**EXERCISE DETAILS**
Where the string "LETTER" occurs in a line of the data below, that line should be copied.

**THE DATA**
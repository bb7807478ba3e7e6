import { LETTER } from '../blocks/block';
import type { ProgramEndEvent, StopEvent } from './events';
import type { Run } from './run';

export function stopProgram(run: Run, code: StopEvent['code']): void {
  run.tell.stop({ code, place: run.machine.place({ code }) });
}

/** Told before the end code resets anything; nothing after it is carried out, so nothing is reset. */
export function endProgram(run: Run, code: Exclude<ProgramEndEvent['code'], 'end-of-text'>): void {
  run.tell.programEnd({ code, place: run.machine.place({ code }) });
  run.endedBy = code;
}

/**
 * M99 in a main program ends one turn of it. Where something called it, or with a P word, the walk goes on
 * elsewhere, and the end is not told here.
 */
export function returnFromProgram(run: Run): void {
  if (run.isCalled || run.block.has(LETTER.P)) run.endedBy = 'M99';
  else endProgram(run, 'M99');
}
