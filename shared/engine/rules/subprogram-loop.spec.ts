import { test } from 'vitest';
import { checkRule } from '../testing/check-rule';
import { subprogramLoop } from './subprogram-loop';

test('finds a subprogram that calls itself, once', () => {
  checkRule(
    subprogramLoop,
    {},
    `
M98 P1
M30
O1
G0 Z5
M98 P1 L3
^^^^^^ subprogram-loop: The subprogram O1 calls itself, and is still doing so 10 calls deep.
M99
`,
  );
});

test('finds two that call each other', () => {
  checkRule(
    subprogramLoop,
    {},
    `
o1 sub
o2 call
o1 endsub
o2 sub
o1 call
^^^^^^^ subprogram-loop
o2 endsub
o1 call
M2
`,
  );
});

test('finds a chain of calls that is too deep', () => {
  const subs = Array.from({ length: 12 }, (_, at) => `O${at + 1}\nM98 P${at + 2}\nM99\n`);
  const marked = subs.map((sub, at) =>
    at === 9 ? sub.replace('M99', '^^^^^^^ subprogram-loop\nM99') : sub,
  );
  checkRule(
    subprogramLoop,
    {},
    `M98 P1\nM30\n${marked.join('').replace('M98 P11\n^^^^^^^ subprogram-loop', 'M98 P11\n^^^^^^^ subprogram-loop: The call of O11 stands more than 10 calls deep.')}`,
  );
});

test('stays silent at many calls, and where a condition ends the chain', () => {
  checkRule(subprogramLoop, {}, 'M98 P1 L500\nM30\nO1\nG0 Z5\nM99\n');
  checkRule(
    subprogramLoop,
    {},
    'o1 sub\no2 if [#1 GT 0]\nG0 Z#1\no1 call [#1-1]\no2 endif\no1 endsub\no1 call [4]\nM2\n',
  );
});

**TASK RESULT**
import { LETTER } from '../blocks/block';
  if (run.isCalled || run.block.has(LETTER.P)) run.endedBy = 'M99';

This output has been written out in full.